Stored data: Begin
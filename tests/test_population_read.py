"""Reading populations (snrkit.planning.population.read_population): Parquet, CSV
and ECSV, the catalogue mappings, and per-row status for bad rows and columns."""

import numpy as np
import pytest
from astropy.table import Table

from snrkit.planning.catalog import catalogue_from_table
from snrkit.errors import InputError
from snrkit.planning.population import generate_population, read_population
from snrkit.planning.population.reader import screen_population

FORMATS = ("parquet", "csv", "ecsv")


@pytest.fixture(scope="module")
def population():
    return generate_population(6000, 21)


def _write(table, tmp_path, fmt, name="pop"):
    path = tmp_path / f"{name}.{fmt}"
    table.write(path, format={"parquet": "parquet", "csv": "ascii.csv",
                              "ecsv": "ascii.ecsv"}[fmt], overwrite=True)
    return path


@pytest.mark.parametrize("fmt", FORMATS)
def test_generated_population_reads_back(population, tmp_path, fmt):
    out = read_population(_write(population, tmp_path, fmt))
    assert len(out) == len(population) and set(out["status"]) == {"ok"}
    for name in ("planet_name", "scenario", "planet_class", "hz_position"):
        assert list(out[name]) == list(population[name])
    for name in ("planet_radius_earth", "period_days", "host_mag_J", "star_index"):
        np.testing.assert_allclose(np.asarray(out[name], dtype=float),
                                   np.asarray(population[name], dtype=float), rtol=1e-12)
    cat = catalogue_from_table(out[out["status"] == "ok"])
    assert cat.system is not None and len(cat.good_index) == len(out)


def _bad_rows(population):
    t = population[:7].copy()
    t["planet_radius_earth"] = t["planet_radius_earth"].astype("U40")
    t["planet_radius_earth"][1] = "-2.0"           # negative radius
    t["planet_radius_earth"][2] = ""               # missing value
    t["planet_radius_earth"][3] = "300 K"          # a unit of the wrong dimension
    rjup = float(t["planet_radius_earth"][4]) * 6378.1 / 71492.0
    t["planet_radius_earth"][4] = f"{rjup!r} jupiterRad"   # a unit of the right dimension
    t["planet_radius_earth"][5] = "big"            # not a number
    t["planet_radius_earth"].unit = None
    return t


@pytest.mark.parametrize("fmt", FORMATS)
def test_bad_rows_get_their_own_status(population, tmp_path, fmt):
    t = _bad_rows(population)
    out = read_population(_write(t, tmp_path, fmt))
    assert list(out["planet_name"]) == list(t["planet_name"])      # every row once, in order
    assert list(out["status"]) == ["ok", "bad_value", "missing_radius", "wrong_unit", "ok",
                                   "bad_value", "ok"]
    assert "300 K" in out["reason"][3] and "planet_radius_earth" in out["reason"][3]
    assert "-2" in out["reason"][1]
    # R_jup / R_earth = 71492 / 6378.1 km, the IAU 2015 nominal radii (Prsa et al. 2016, AJ
    # 152, 41)
    np.testing.assert_allclose(out["planet_radius_earth"][4], population["planet_radius_earth"][4],
                               rtol=1e-9)


@pytest.mark.parametrize("fmt", FORMATS)
def test_missing_required_column(population, tmp_path, fmt):
    t = population[:4].copy()
    t.remove_column("host_teff_K")
    out = read_population(_write(t, tmp_path, fmt))
    assert list(out["planet_name"]) == list(t["planet_name"])
    assert set(out["status"]) == {"missing_column"}
    assert all("host_teff_K" in r for r in out["reason"])


@pytest.mark.parametrize("fmt", ("parquet", "ecsv"))
def test_column_with_a_wrong_unit(population, tmp_path, fmt):
    t = population[:4].copy()
    t["host_distance_pc"].unit = "K"
    out = read_population(_write(t, tmp_path, fmt))
    assert list(out["planet_name"]) == list(t["planet_name"])
    assert set(out["status"]) == {"wrong_unit"}
    assert all("host_distance_pc" in r and "K" in r for r in out["reason"])
    t["host_distance_pc"].unit = "lyr"             # a convertible unit is converted
    out = read_population(_write(t, tmp_path, fmt, "lyr"))
    np.testing.assert_allclose(out["host_distance_pc"], population["host_distance_pc"][:4]
                               * 0.30660139378795, rtol=1e-9)   # 1 lyr in pc (IAU, astropy)


def test_mapping_and_carried_columns(population):
    t = population[:5].copy()
    t.rename_columns(["planet_name", "planet_radius_earth", "period_days"], ["id", "Rp", "P"])
    t["Rp"] = t["Rp"] * 6378.1 / 71492.0
    t["Rp"].unit = None
    mapping = {"start_from_default": True,
               "planet": {"name": "id", "radius": {"column": "Rp", "unit": "jupiterRad"},
                          "period": "P"}}
    out = screen_population(t, mapping)
    assert set(out["status"]) == {"ok"}
    np.testing.assert_allclose(out["planet_radius_earth"], population["planet_radius_earth"][:5],
                               rtol=1e-12)
    assert list(out["scenario"]) == list(population["scenario"][:5])
    out = screen_population(t, {"planet": {"name": "id", "radius": "Radius"}})
    assert set(out["status"]) == {"missing_column"} and len(out) == 5
    assert "'Radius'" in out["reason"][0]


def test_bad_files(tmp_path):
    with pytest.raises(InputError):
        read_population(tmp_path / "pop.txt")
    with pytest.raises(InputError):
        read_population(tmp_path / "absent.parquet")
    bad = tmp_path / "bad.parquet"
    bad.write_bytes(b"not parquet")
    with pytest.raises(InputError) as exc:
        read_population(bad)
    assert "\n" not in str(exc.value)
    with pytest.raises(InputError):
        screen_population(Table(), {"planet": {"nmae": "x"}})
Stored data: End
__Task item__
Find all lines in the records that hold the word "reason". Copy them.

__Solution for this exercise__
    assert "300 K" in out["reason"][3] and "planet_radius_earth" in out["reason"][3]
    assert "-2" in out["reason"][1]
    assert all("host_teff_K" in r for r in out["reason"])
    assert all("host_distance_pc" in r and "K" in r for r in out["reason"])
    assert "'Radius'" in out["reason"][0]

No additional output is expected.